Пройдя через гостиную, как в классической сцене из фильма – то есть на каждом шагу срывая друг с друга одежду, – мы наконец в нижнем белье оказались возле моей постели. И тут, гораздо позже, чем мог бы предсказать беспристрастный наблюдатель, меня вдруг охватила паника.
– Черт побери! Следует ли нам это делать?
Ханна поднесла палец к щеке и немного подумала.
– Да, следует, – решительно произнесла она и, упав на кровать, поманила меня к себе.
Но я начал расхаживать между кроватью и дверью.
– Ханна, у меня только что закончилось с Элли, а тут еще полно вопросов, с которыми надо разобраться. И ты сейчас лежишь в очень неподходящем месте, и… и что-то я заговорил, как персонаж мыльной оперы. Господи, да что со мной такое?
Ханна засмеялась своим чудесным смехом, и сердце мое растаяло.
– Я уверена в том, что делаю, Чарли. Но если ты можешь пожалеть об этом утром, тогда, наверно, нам не стоит этого делать. – Однако по тону ее было ясно, что это никудышный аргумент, и она не сдвинулась с места.
– Обычно со мной не бывает так трудно, – пояснил я и, подойдя к кровати, встал на колени перед Ханной.
Она положила мне руку на бедро, ожидая зеленого света для дальнейших действий.
– Итак, ты пожалеешь об этом после?
– Думаю, я пожалею об этом утром, – ответил я с притворной грустью, и Ханна замерла. – Если мы не сделаем это сейчас же.
Поначалу все было как-то странно: хотя у меня и не было такого чувства, словно я вижу свою родную сестру раздетой, но не было и непринужденности нормальной первой ночи.

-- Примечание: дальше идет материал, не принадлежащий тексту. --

def test_ifc4_load_configuration_gives_a_linear_load():
    """IfcStructuralLoadConfiguration on a 6 m beam: LinearForceZ 0 at 0 m, -2 kN/m at 3 m and 6 m
    (locations in metres along the member): a linear load 0 to 11.420294 lbf/in over 0 to 118.11024 in,
    then a uniform 11.420294 lbf/in to 236.22047 in (hand calculation with the factors above)."""
    m = Model("IFC4", "kN-m")
    beam = m.beam((0, 0, 0), (6, 0, 0))
    curve = m.curve((0, 0, 0), (6, 0, 0))
    m.link(beam, [curve])
    values = [m.f.create_entity("IfcStructuralLoadLinearForce", LinearForceZ=z) for z in (0.0, -2.0, -2.0)]
    configuration = m.f.create_entity("IfcStructuralLoadConfiguration", Values=values, Locations=[[0.0], [3.0], [6.0]])
    action = m.f.create_entity(
        "IfcStructuralCurveAction",
        GlobalId=ifcopenshell.guid.new(),
        AppliedLoad=configuration,
        GlobalOrLocal="GLOBAL_COORDS",
        DestabilizingLoad=False,
        PredefinedType="POLYGONAL",
    )
    m._act(curve, m.group("Dead", source="DEAD_LOAD_G"), action)
    linear, uniform = sorted(m.read([beam]).by_member[beam.GlobalId].loads, key=lambda load: load.a)
    w = 2.0 * LBF_PER_IN_PER_KN_PER_M
    assert (linear.kind, uniform.kind) == ("linear", "uniform")
    assert (linear.a, linear.b, linear.value, linear.value_end) == (
        pytest.approx(0.0, abs=1e-9),
        pytest.approx(3 * IN_PER_M, rel=EXACT),
        pytest.approx(0.0, abs=1e-12),
        pytest.approx(w, rel=EXACT),
    )
    assert (uniform.a, uniform.b, uniform.value) == (
        pytest.approx(3 * IN_PER_M, rel=EXACT),
        pytest.approx(6 * IN_PER_M, rel=EXACT),
        pytest.approx(w, rel=EXACT),
    )


def test_odd_data_becomes_problems_of_the_member():
    """A linked curve member without topology is left out with a problem; an elastic spring
    (IFC2X3 stiffness 5000 N/m, below the 1e9 N/m rigid limit) is not modelled and says so; a load
    beyond the member's end is a problem. Nothing raises. 3 m beam in metres."""
    m = Model("IFC2X3", "kN-m")
    beam = m.beam((0, 0, 0), (3, 0, 0))
    curve = m.curve((0, 0, 0), (3, 0, 0))
    broken = m.f.create_entity("IfcStructuralCurveMember", GlobalId=ifcopenshell.guid.new(), Name="no edge")
    m.link(beam, [curve, broken])
    m.node((0, 0, 0), [curve], (0, 0, 5e3, 0, 0, 0), "spring")  # no stiffness unit assigned: N/m
    action = m.point_load(curve, m.group("Dead"), -1.0, at=(3.5, 0, 0))
    analysis = m.read([beam]).by_member[beam.GlobalId]
    assert analysis.supports == []
    assert analysis.problems == [
        "IfcStructuralCurveMember 'no edge' has no IfcEdge of positive length; it is left out",
        "support at IfcStructuralPointConnection 'spring' is not read: "
        "elastic translation restraint of stiffness 5000 (model units) is not modelled",
        f"load at x = 137.8 in (IfcStructuralPointAction #{action.id()} in load group 'Dead') "
        "lies outside the member (0 to 118.1 in)",
    ]


def test_a_project_can_map_a_group_name():
    """A project's [load_groups] names are tried before the defaults (here 'FL' -> L); the default
    names of rules/load_groups.toml read German compounds and roof live before live."""
    mapping = load_group_rules({**RULES, "load_groups": {"names": {"L": ["^fl$"]}}})
    names = ("FL", "Schnee", "Windlast", "Nutzlast Dach", "Nutzlast", "Eigengewicht", "G", "T-Verlauf", "VERAEND1")
    labels = ("L", "S", "W", "Lr", "L", "self_weight", "D", "ignored", None)
    assert tuple(mapping.name_label(name) for name in names) == labels


# --- the real models -----------------------------------------------------------------------


@pytest.fixture
def real_models():
    if not REAL_MODELS.is_dir():
        pytest.skip("../shared/real_models is absent")
    return REAL_MODELS


def read_real(folder, name, classes=("IfcBeam", "IfcMember"), rules=RULES):
    """Every element of ``classes`` whose material name contains C24 (all of them when none does)."""
    model = ifcopenshell.open(folder / name)
    elements = [e for ifc_class in classes for e in model.by_type(ifc_class)]
    timber = [e for e in elements if "C24" in (getattr(ifc_element.get_material(e), "Name", None) or "")]
    members = {e.GlobalId: e for e in timber or elements}
    return read_structural(model, members, model_units(model).to_core, rules), members


def test_roof_truss_beams_linked_by_relation(real_models):
    """SOURCES.md 1: 9 C24 IfcBeam + 1 IfcColumn, 13 curve members, 10 IfcRelAssignsToProduct
    (beam/column -> curve members, one column to 3), load group ST1 NOTDEFINED, stiffness numbers
    0 or 1e10, abstract IfcStructuralAction self-weight placeholders. Counted by reading the file:
    2 placeholders act on beams' curve members (#208, #237), the other 2 on the column's; 16
    supports over the 9 beams (#204 holds X, Y, Z and rotation about X and Z, not about Y across
    the beams: pinned); the -50 kN point load acts on node #306, joined only by the column."""
    summary, members = read_real(real_models, "roof_truss--Axis-Struc.ifc")
    assert len(members) == 9
    assert (summary.analysis_models, summary.curve_members, summary.linked_by_relation) == (1, 13, 9)
    assert summary.unmapped_groups == ["ST1"] and summary.groups_by_type == {"unmapped": 1}
    assert summary.actions_without_values == 2
    assert summary.supports == 16
    analyses = summary.by_member.values()
    assert {s.kind for a in analyses for s in a.supports} == {"pinned"}
    assert [load for a in analyses for load in a.loads] == []
    assert [p for a in analyses for p in a.problems] == []
    chord = summary.by_member["2C8LChWJz5tf4W1o3Hm8DV"]  # #180, 120x300, extruded 3.154 m
    assert chord.length == pytest.approx(3.154 * IN_PER_M, rel=1e-9)
    assert [(s.x, s.kind) for s in chord.supports] == [
        (pytest.approx(0.0, abs=1e-6), "pinned"),
        (pytest.approx(3.154 * IN_PER_M, rel=1e-6), "pinned"),
    ]
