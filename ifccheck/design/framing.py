"""Framing runs found in the members' geometry, and each member's tributary width.

Parallel members in one storey and elevation band that run side by side (their plan extents
overlap along their direction over most of the shorter one) may be neighbours; a member's neighbour on each side is the nearest of them across its
direction, at most ``max_spacing`` on centre. Chains of neighbours form a framing RUN (the joists
of one bay, the rafters of one roof slope); a gap wider than ``max_spacing`` ends a run. Each
member carries half the spacing to each neighbour.

No pairwise comparison of all members: members are bucketed by storey, elevation band and plan
direction, sorted by their offset across the bucket's direction, and each is compared only with
the members near it in that order (within ``max_spacing``, widened by how far the members of the
bucket turn from its direction). Pure numpy and pandas; all lengths in inches.
"""

from __future__ import annotations

from typing import Callable, Optional

import numpy as np
import pandas as pd

from ..errors import IfcCheckError

#: NDS 2018, 4.3.9: repetitive members are three or more spaced not more than 24 in on centre
REPETITIVE_COUNT = 3
REPETITIVE_SPACING = 24.0  # in

#: share of the shorter member's length two members must run side by side to share the floor between them
SHARED_LENGTH = 0.5
_OVERLAP = 1e-6  # in: plan extents must overlap by more than this (members meeting end to end do not)
_NO_PLAN = 1e-9  # in: a plan projection shorter than this has no plan direction (vertical or unknown)
_ROUNDING = 1e-9  # in: rounding allowed on the 24 in limit
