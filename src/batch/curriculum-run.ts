/**
 * A curriculum with its sample tracks: the core's stages (parameter ranges along the ladder),
 * each measured on a few calibration tracks, given a band of the difficulty figure between its
 * neighbours' (difficultyBands), and sampled as a batch that keeps its tracks inside that band.
 * So every sample of a later stage is harder, by metrics.difficulty, than every sample of an
 * earlier one; and each stage's `batch` is a ready POST /v1/batches body (its first tracks are
 * the samples).
 */
import { batchSeed, curriculumStages, difficultyBands } from '../core/index.js';
import type { BatchPlan, CurriculumStage, ManifestTrack, Seed, Split, ValueRange } from '../core/index.js';
import { runBatch, type SlotExecutor } from './run-batch.js';

/** Calibration tracks per stage: the first tracks of the stage's batch without a band. */
export const CALIBRATION_TRACKS = 5;

/** Sample tracks per stage a request may ask for. */
export const CURRICULUM_SAMPLES = { min: 1, max: 10, default: 3 } as const;

export interface CurriculumInput {
  readonly stages: number;
  readonly from?: number;
  readonly to?: number;
  readonly samples: number;
  readonly split: Split | null;
  readonly baseSeed: Seed;
}

/** A sample track of a stage: its manifest entry without the stored shape. */
export type CurriculumSample = Omit<ManifestTrack, 'shape' | 'file'>;

export interface CurriculumStageResult extends CurriculumStage {
  /** Band of metrics.difficulty the stage's tracks lie in. */
  readonly difficulty: ValueRange;
  /** Difficulty measured on the calibration tracks (median) and on the samples. */
  readonly measured: { readonly calibrationMedian: number; readonly min: number; readonly mean: number; readonly max: number };
  /** A batch body (POST /v1/batches, add count) whose first tracks are the samples. */
  readonly batch: { readonly split: Split | null; readonly baseSeed: number; readonly params: CurriculumStage['params']; readonly difficulty: ValueRange };
  readonly samples: readonly CurriculumSample[];
}

/** Two stages measured alike: they cannot be told apart by difficulty. */
export class CurriculumTooFlat extends Error {
  constructor(medians: readonly number[]) {
    super(`the stages' measured difficulties (${medians.map((m) => m.toFixed(3)).join(', ')}) do not rise at every step: ask for fewer stages or a wider from..to`);
    this.name = 'CurriculumTooFlat';
  }
}

/**
 * Builds a curriculum and its samples.
 * @param executorFor where a plan's slots run (a pool, or in-thread)
 * @param window slots in flight per stage
 * @throws {RangeError} for stages/from/to the core refuses; CurriculumTooFlat; SlotFailure and executor errors
 */
export async function buildCurriculum(input: CurriculumInput, executorFor: (plan: BatchPlan) => SlotExecutor, window: number): Promise<CurriculumStageResult[]> {
  const stages = curriculumStages(input.stages, input.from, input.to);
  const plans = stages.map((stage): BatchPlan & { baseSeed: number } => ({ baseSeed: batchSeed(input.baseSeed, stage.index, 0), split: input.split, params: stage.params, difficulty: null }));
  const calibration = await Promise.all(plans.map((plan) => firstTracks(plan, CALIBRATION_TRACKS, executorFor, window)));
  const medians = calibration.map((tracks) => median(tracks.map((t) => t.metrics.difficulty)));
  const bands = difficultyBands(medians);
  if (bands === null) throw new CurriculumTooFlat(medians);
  const samples = await Promise.all(plans.map((plan, k) => firstTracks({ ...plan, difficulty: bands[k] }, input.samples, executorFor, window)));
  return stages.map((stage, k) => {
    const d = samples[k].map((t) => t.metrics.difficulty);
    return {
      ...stage,
      difficulty: bands[k],
      measured: { calibrationMedian: medians[k], min: Math.min(...d), mean: round3(d.reduce((a, b) => a + b, 0) / d.length), max: Math.max(...d) },
      batch: { split: input.split, baseSeed: plans[k].baseSeed, params: stage.params, difficulty: bands[k] },
      samples: samples[k].map(({ shape: _shape, file: _file, ...rest }) => rest),
    };
  });
}

async function firstTracks(plan: BatchPlan, count: number, executorFor: (plan: BatchPlan) => SlotExecutor, window: number): Promise<ManifestTrack[]> {
  const run = runBatch({ indices: Array.from({ length: count }, (_, i) => i), window, minNovelty: 0, reference: [], execute: executorFor(plan) });
  const out: ManifestTrack[] = [];
  for await (const item of run.tracks) out.push(item.entry);
  return out;
}

function median(values: readonly number[]): number {
  const sorted = [...values].sort((a, b) => a - b);
  const mid = sorted.length >> 1;
  return sorted.length % 2 === 1 ? sorted[mid] : (sorted[mid - 1] + sorted[mid]) / 2;
}

function round3(x: number): number {
  return Math.round(x * 1000) / 1000;
}
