// the preview is busy from the first change until the answer to the last one is shown
function schedule(delay = DEBOUNCE_MS) {
  clearTimeout(state.timer);
  clearTimeout(state.retryTimer);
  state.pending = true;
  setBusy(true);
  state.timer = setTimeout(refresh, delay);
}

// what the form asks for: the seed, the parameters that have a value (as typed), the drawing option
function readRequest() {
  const params = new URLSearchParams();
  const bad = [];
  for (const p of state.params) {
    const input = fieldInput(p.name);
    if (input.validity.badInput) bad.push({ path: p.name, message: 'not a number' });
    else if (input.value.trim() !== '') params.set(p.name, input.value.trim());
  }
  return { seed: $('seed').value.trim(), params, heat: $('heat').checked, bad };
}

function trackUrl(request, format, extra = {}) {
  const query = new URLSearchParams(request.params);
  if (format !== undefined) query.set('format', format);
  for (const [key, value] of Object.entries(extra)) query.set(key, value);
  const text = query.toString();
  return `/v1/tracks/${encodeURIComponent(request.seed)}${text ? `?${text}` : ''}`;
}

async function refresh() {
  state.pending = false;
  const request = readRequest();
  updateShareUrl(request);
  clearFieldErrors();
  state.controller?.abort();
  const generation = ++state.generation;
  if (request.seed === '' || request.bad.length > 0) {
    showIssues(request.seed === '' ? [{ path: 'seed', message: 'a seed is needed: type one, or press New seed' }] : request.bad);
    return setBusy(false);
  }
  const controller = new AbortController();
  state.controller = controller;
  $('status').textContent = 'Generating…';
  try {
    const svgExtra = request.heat ? { heat: 'true' } : {};
    const [jsonRes, svgRes] = await Promise.all([
      fetch(trackUrl(request), { headers: { accept: 'application/json' }, signal: controller.signal }),
      fetch(trackUrl(request, 'svg', svgExtra), { signal: controller.signal }),
    ]);
    if (generation !== state.generation) return;
    if (!jsonRes.ok) return await showErrorAnswer(jsonRes);
    if (!svgRes.ok) return await showErrorAnswer(svgRes);
    const [track, svg] = await Promise.all([jsonRes.json(), svgRes.blob()]);
    if (generation !== state.generation) return;
    await showTrack(request, track, svg, generation);
  } catch (err) {
    if (err && err.name === 'AbortError') return;
    showProblem({ title: 'The service did not answer', message: 'Check that the lapwright service is still running, then change a value to try again.' });
  } finally {
    if (generation === state.generation && !state.pending) setBusy(false);
  }
}

function setBusy(busy) {
  $('preview').setAttribute('aria-busy', busy ? 'true' : 'false');
}

// the drawing is decoded before anything changes, so the figures never run ahead of the picture
async function showTrack(request, track, svg, generation) {
  const m = track.metrics;
  const image = $('preview-image');
  const url = URL.createObjectURL(svg);
  const next = new Image();
  next.src = url;
  await next.decode().catch(() => undefined);
  if (generation !== state.generation) return URL.revokeObjectURL(url);
  if (state.imageUrl) URL.revokeObjectURL(state.imageUrl);
  state.imageUrl = url;
  image.src = url;
  image.alt = `Drawing of track ${track.id.slice(0, 8)}: ${number.format(m.lengthM)} m, ${m.cornerCount} corners, seen from above with the start line and direction of travel.`;
  image.hidden = false;
  $('problem').hidden = true;
  const figure = $('preview');
  figure.dataset.state = 'ready';
  figure.dataset.trackId = track.id;
  $('status').textContent = `Track ${track.id.slice(0, 8)} · seed ${track.seed} · ${number.format(m.lengthM)} m · ${m.cornerCount} corners`;
  $('facts-empty').hidden = true;
  $('corners-section').hidden = false;
  showMetrics(track);
  showCorners(track.corners);
  setDownloads(request);
}
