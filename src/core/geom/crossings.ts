// Broad phase + exact narrow phase for the any-segment-intersection problem; the O(n log n) sweep bound is
// from Shamos & Hoey, "Geometric intersection problems", FOCS 1976, and Bentley & Ottmann, IEEE Trans.
// Computers C-28 (1979) 643-647; here monotone chains merged pairwise (a uniform grid when they are too
// many or too tangled) stand in for the sweep.
import { SegmentIndex, segmentCount, type PolylineInput } from '../spatial/segment-index.js';
import { orient } from './orient.js';
import { pointSegmentDistance } from './polyline.js';
import { segmentsIntersect } from './segment-intersect.js';

/** Candidate lists up to this long are sorted by insertion (quadratic, but cheaper than a sort call when short). */
const INSERTION_SORT_MAX = 16;

/**
 * Pairs within cells, per segment, up to which {@link findCrossings} lists pairs by cell: tracks have about
 * 2 per segment. Beyond it the cells are crowded and the per-segment queries, which stop after `maxResults`
 * hits, are used instead of a listing that grows quadratically.
 */
const PAIRS_PER_SEGMENT_MAX = 8;

/** Entries in one cell beyond which {@link findCrossings} uses per-segment queries (tracks have about 7). */
const CELL_ITEMS_MAX = 32;

/**
 * Chain pairs and segment pairs examined per segment up to which {@link findCrossings} merges monotone chains:
 * tracks need about 3. Beyond it the chains are short or tangled and the grid is used instead.
 */
const CHAIN_STEPS_PER_SEGMENT = 16;

/** Work {@link findCrossings} allows the chains beyond the per-segment budget, for inputs of few segments. */
const CHAIN_STEPS_MIN = 256;

/** Segments up to which pair keys i·n + j stay exact integers in a double (n² < 2⁵³). */
const KEYED_ITEMS_MAX = 2 ** 26;

/** A segment named by its polyline and its index within it (segment i runs from vertex i to vertex i + 1). */
export interface SegmentRef {
  readonly polyline: number;
  readonly segment: number;
}

/** Two segments that touch or cross; `x`, `y` (metres) is an approximate common point, for messages only. */
export interface Crossing {
  readonly a: SegmentRef;
  readonly b: SegmentRef;
  readonly x: number;
  readonly y: number;
}
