/**
 * The work a generation worker does for a batch, as plain functions (tests call them in-thread):
 * make one slot's candidate (makeSlotCandidate) and hand back its manifest entry and, when asked,
 * the track's bytes in a format; or measure the turning distance between two outlines. Everything
 * here crosses a thread boundary by structured clone, so it is plain data.
 */
import { encodeShape, generateTrackJson, makeSlotCandidate, manifestTrack, turningDistance, turningDistanceExact } from '../core/index.js';
import type { BatchPlan, InfeasibleReason, ManifestTrack, SlotFailureReason, SlotSkips, Track, TrackRequest } from '../core/index.js';
import { type ExportFormat, type ExportOptions, exportTrack } from '../export/index.js';

/** What a slot task returns besides the manifest entry: nothing, or the track's bytes in a format. */
export type SlotBytes = { readonly format: 'none' } | { readonly format: ExportFormat; readonly options: ExportOptions };

/** Make slot `index` of a batch from draw `from` on. */
export interface SlotTaskInput {
  readonly kind: 'batch-slot';
  readonly plan: BatchPlan;
  readonly index: number;
  readonly from: number;
  readonly bytes: SlotBytes;
}

/** Make a track again from its recorded parameters (to verify a manifest): its id, shape and bytes. */
export interface RemakeTaskInput {
  readonly kind: 'remake';
  readonly request: TrackRequest;
  readonly bytes: SlotBytes;
}

/** The turning-function distance between two closed outlines (flat [x0, y0, x1, y1, …]). */
export interface DistanceTaskInput {
  readonly kind: 'distance';
  readonly a: Float64Array;
  readonly b: Float64Array;
  /** 'exact': over every vertex alignment; 'binned': on `samples` bins of arc length. */
  readonly method: 'exact' | 'binned';
  readonly samples: number;
}

/** An infeasible draw's error, as plain data. */
export interface SlotInfeasible {
  readonly reason: InfeasibleReason;
  readonly message: string;
  readonly hint: string;
  readonly attempts: number;
}

/** How a slot ended, with the draws it skipped on the way. */
export type SlotResult =
  | (SlotSkips & {
      readonly ok: true;
      readonly entry: ManifestTrack;
      /** The track in the format asked for (JSON: exactly the text generate writes, with its newline); null for 'none'. */
      readonly bytes: Uint8Array | null;
    })
  | (SlotSkips & {
      readonly ok: false;
      readonly index: number;
      readonly reason: SlotFailureReason;
      readonly last: SlotInfeasible | null;
    });

export interface SlotTaskOutput {
  readonly ok: true;
  readonly kind: 'batch-slot';
  readonly result: SlotResult;
}

export interface RemakeTaskOutput {
  readonly ok: true;
  readonly kind: 'remake';
  readonly id: string;
  readonly shape: string;
  readonly bytes: Uint8Array | null;
}

export interface DistanceTaskOutput {
  readonly ok: true;
  readonly kind: 'distance';
  readonly distance: number;
}

const ENCODER = new TextEncoder();

/**
 * Makes one slot's candidate.
 * @throws whatever the core throws besides InfeasibleError (a bug): the worker reports it
 */
export async function runSlotTask(input: SlotTaskInput): Promise<{ output: SlotTaskOutput; transfer: ArrayBuffer[] }> {
  const outcome = makeSlotCandidate(input.plan, input.index, input.from);
  if (!outcome.ok) {
    const last = outcome.last === null ? null : { reason: outcome.last.reason, message: outcome.last.message, hint: outcome.last.hint, attempts: outcome.last.attempts };
    const result: SlotResult = { ok: false, index: outcome.index, reason: outcome.reason, last, skippedSplit: outcome.skippedSplit, redrawn: outcome.redrawn, skippedDifficulty: outcome.skippedDifficulty };
    return { output: { ok: true, kind: 'batch-slot', result }, transfer: [] };
  }
  const { candidate } = outcome;
  const entry = manifestTrack(candidate.track, { index: candidate.index, draw: candidate.draw, split: candidate.split, shape: candidate.shape });
  const bytes = await bytesOf(candidate.track, candidate.json, input.bytes);
  const result: SlotResult = { ok: true, entry, bytes, skippedSplit: outcome.skippedSplit, redrawn: outcome.redrawn, skippedDifficulty: outcome.skippedDifficulty };
  return { output: { ok: true, kind: 'batch-slot', result }, transfer: bytes === null ? [] : [bytes.buffer as ArrayBuffer] };
}

/**
 * Makes a track again from its recorded parameters.
 * @throws InfeasibleError when the parameters no longer make a track (the worker reports it)
 */
export async function runRemakeTask(input: RemakeTaskInput): Promise<{ output: RemakeTaskOutput; transfer: ArrayBuffer[] }> {
  const { track, bytes: json } = generateTrackJson(input.request);
  const bytes = await bytesOf(track, json, input.bytes);
  const output: RemakeTaskOutput = { ok: true, kind: 'remake', id: track.id, shape: encodeShape(track.centerline.points), bytes };
  return { output, transfer: bytes === null ? [] : [bytes.buffer as ArrayBuffer] };
}

/**
 * Measures a turning-function distance (rad).
 * @throws {RangeError} for a degenerate outline (caught by the worker's task runner)
 */
export function runDistanceTask(input: DistanceTaskInput): { output: DistanceTaskOutput; transfer: ArrayBuffer[] } {
  const distance = input.method === 'exact' ? turningDistanceExact(input.a, input.b) : turningDistance(input.a, input.b, input.samples);
  return { output: { ok: true, kind: 'distance', distance }, transfer: [] };
}

// the track in the format asked for; the default JSON is the bytes the core wrote for the id (no
// second serialization) with the newline every JSON export ends in
async function bytesOf(track: Track, json: Uint8Array, asked: SlotBytes): Promise<Uint8Array | null> {
  if (asked.format === 'none') return null;
  const { format, options } = asked;
  if (format === 'json' && options.pretty !== true) {
    const line = new Uint8Array(json.length + 1);
    line.set(json);
    line[json.length] = 0x0a;
    return line;
  }
  const data = await exportTrack(track, format, options);
  return typeof data === 'string' ? ENCODER.encode(data) : ownBuffer(data);
}

// bytes that own their whole ArrayBuffer, so transferring it moves nothing else
function ownBuffer(bytes: Uint8Array): Uint8Array {
  const whole = bytes.byteOffset === 0 && bytes.byteLength === bytes.buffer.byteLength && bytes.buffer instanceof ArrayBuffer;
  return whole ? bytes : bytes.slice();
}
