/**
 * A batch as the shells run it: the normalised request the manifest records, the plan every slot
 * shares, the decoded reference shapes, and which slot indices to make (all, or one shard's).
 */
import { decodeShape, makeManifest, referenceSummary } from '../core/index.js';
import type { BatchPlan, BatchRequest, Manifest, ManifestTrack, ParamRanges, Seed, Shape, ShardInfo, Split, ValueRange } from '../core/index.js';
import type { FieldIssue } from '../schema/issues.js';
import type { BatchTotals } from './run-batch.js';

/** What a shell has parsed from a request or from flags; baseSeed already chosen. */
export interface BatchInput {
  readonly count: number;
  readonly split?: Split;
  readonly baseSeed: Seed;
  readonly params?: ParamRanges;
  readonly difficulty?: ValueRange;
  readonly minNovelty?: number;
}

export interface BatchJob {
  readonly request: BatchRequest;
  readonly plan: BatchPlan;
  /** Decoded reference shapes (empty without a reference). */
  readonly reference: readonly Shape[];
}

/**
 * The job of a batch.
 * @param referenceShapes stored shapes of the reference manifest's tracks, already decoded (see
 *   readReference), or null without a reference
 */
export function batchJob(input: BatchInput, reference: { readonly shapes: readonly string[]; readonly decoded: readonly Shape[] } | null): BatchJob {
  const request: BatchRequest = {
    count: input.count,
    split: input.split ?? null,
    baseSeed: input.baseSeed,
    params: input.params ?? {},
    difficulty: input.difficulty ?? null,
    minNovelty: input.minNovelty ?? 0,
    reference: reference === null ? null : referenceSummary(reference.shapes),
  };
  const plan: BatchPlan = { baseSeed: request.baseSeed, split: request.split, params: request.params, difficulty: request.difficulty };
  return { request, plan, reference: reference?.decoded ?? [] };
}

/**
 * Decodes the shapes of a reference manifest's tracks.
 * @param at dotted path of the reference in the input, for issue paths (`reference`, or `(root)` for a file)
 * @returns the shapes and their decoded form, or the issues of the shapes that do not decode
 */
export function readReference(tracks: readonly { readonly shape: string }[], at: string): { shapes: string[]; decoded: Shape[]; issues: FieldIssue[] } {
  const shapes: string[] = [];
  const decoded: Shape[] = [];
  const issues: FieldIssue[] = [];
  tracks.forEach((t, i) => {
    try {
      decoded.push(decodeShape(t.shape));
      shapes.push(t.shape);
    } catch (err) {
      issues.push({ path: `${at === '(root)' ? '' : `${at}.`}tracks.${i}.shape`, message: err instanceof Error ? err.message : String(err) });
    }
  });
  return { shapes, decoded, issues };
}

/**
 * The slot indices a run makes: 0 .. count − 1, or shard i of n: i, i + n, i + 2n, … (so the n
 * shards together make every index exactly once).
 */
export function slotIndices(count: number, shard: ShardInfo | null): number[] {
  const out: number[] = [];
  const start = shard?.index ?? 0;
  const step = shard?.count ?? 1;
  for (let i = start; i < count; i += step) out.push(i);
  return out;
}

/** The manifest of a finished run. */
export function finishManifest(job: BatchJob, tracks: readonly ManifestTrack[], totals: BatchTotals, shard: ShardInfo | null, output?: { readonly format: string }): Manifest {
  return makeManifest({
    request: job.request,
    output,
    shard,
    tracks,
    redrawn: totals.redrawn,
    skipped: { split: totals.skippedSplit, difficulty: totals.skippedDifficulty, novelty: totals.skippedNovelty },
  });
}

Я знал ее близко как друг, а никакой друг не станет лезть руками туда, куда лез я. Ханна была не так смущена и твердо взяла дело в свои руки.
– О, черт побери, – вдруг сказала она. Я взглянул вниз, на свой пах.
– Честно говоря, это не та реакция, на которую я рассчитывал.
Она посмотрела на меня в волнении.
– Ну, ты знаешь, это как у тех, кто водил только автомобили с автоматическим управлением и не знает, за какие приборы хвататься.
– Да-а-а-а.
Признание далось ей нелегко.
– Ты знаешь, весь этот еврейский вопрос не так уж важен для меня, но так уж получилось, что до сих пор я спала только с еврейскими ребятами. Тут дело в совести. Моя мама категорически против секса до брака, и мне всегда казалось, что, если я буду им заниматься с евреями, тогда не так уж страшно. Но, гм-м, в результате я не совсем уверена, как обращаться с… гм-м… в общем, это касается обрезания. Я имею в виду, что нужно делать с крайней плотью?
Улыбнувшись, я прочитал Ханне краткий курс для начинающих под восклицания «о-о!», «а-а!», «понятно» и «меня всегда это интересовало». Она начала экспериментировать под мои собственные восклицания «ой!», «ах!» и «не так сильно». И наконец я сказал: «Вот это уже на что-то похоже».
Мы не спешили, зная, что никогда больше это не будет так пронзительно, и чувствуя, что наши отношения созрели для этого шага. Я уже собрался скрепить сделку – о господи, и что это ко мне прицепились юридические термины! – но вдруг заколебался.
– Последний шанс передумать, – сказал я, глядя сверху вниз на Ханну. – Подумай о твоей маме.
– Для нас обоих нет пути назад, – улыбнулась она и притянула меня к себе.
* * *
Все рождественские праздники прошли как в тумане – так опьянен я был Ханной. Плотина прорвалась, и нас затопило – столько всего хлынуло, что мы засиживались поздно ночью и просто разговаривали. А потом шли в постель и без конца предавались любви. Ханна и Чарли – кто бы мог подумать? Пожалуй, даже к лучшему, что ее уволили. Элли оказала мне услугу. В этом была своя горькая ирония.
У меня кружилась голова от скорости, с которой развивались события. Но я испытывал спокойную уверенность, что Ханна никогда не поступила бы так, как Элли – она совсем другая. Мы чудесно встретили Новый год дома – у нас была вкусная еда, хорошая выпивка и восхитительный секс. А больше нам ничего было не нужно.
Конечно, я не был бы мужчиной, если бы не занялся на досуге сравнением двух своих возлюбленных. Но я понял, что это бессмысленно. Элли была моей первой любовью, и что бы она ни сделала, крошечный уголок моего сердца навсегда принадлежал ей. А рядом с Ханной я ощущал покой и полноту жизни.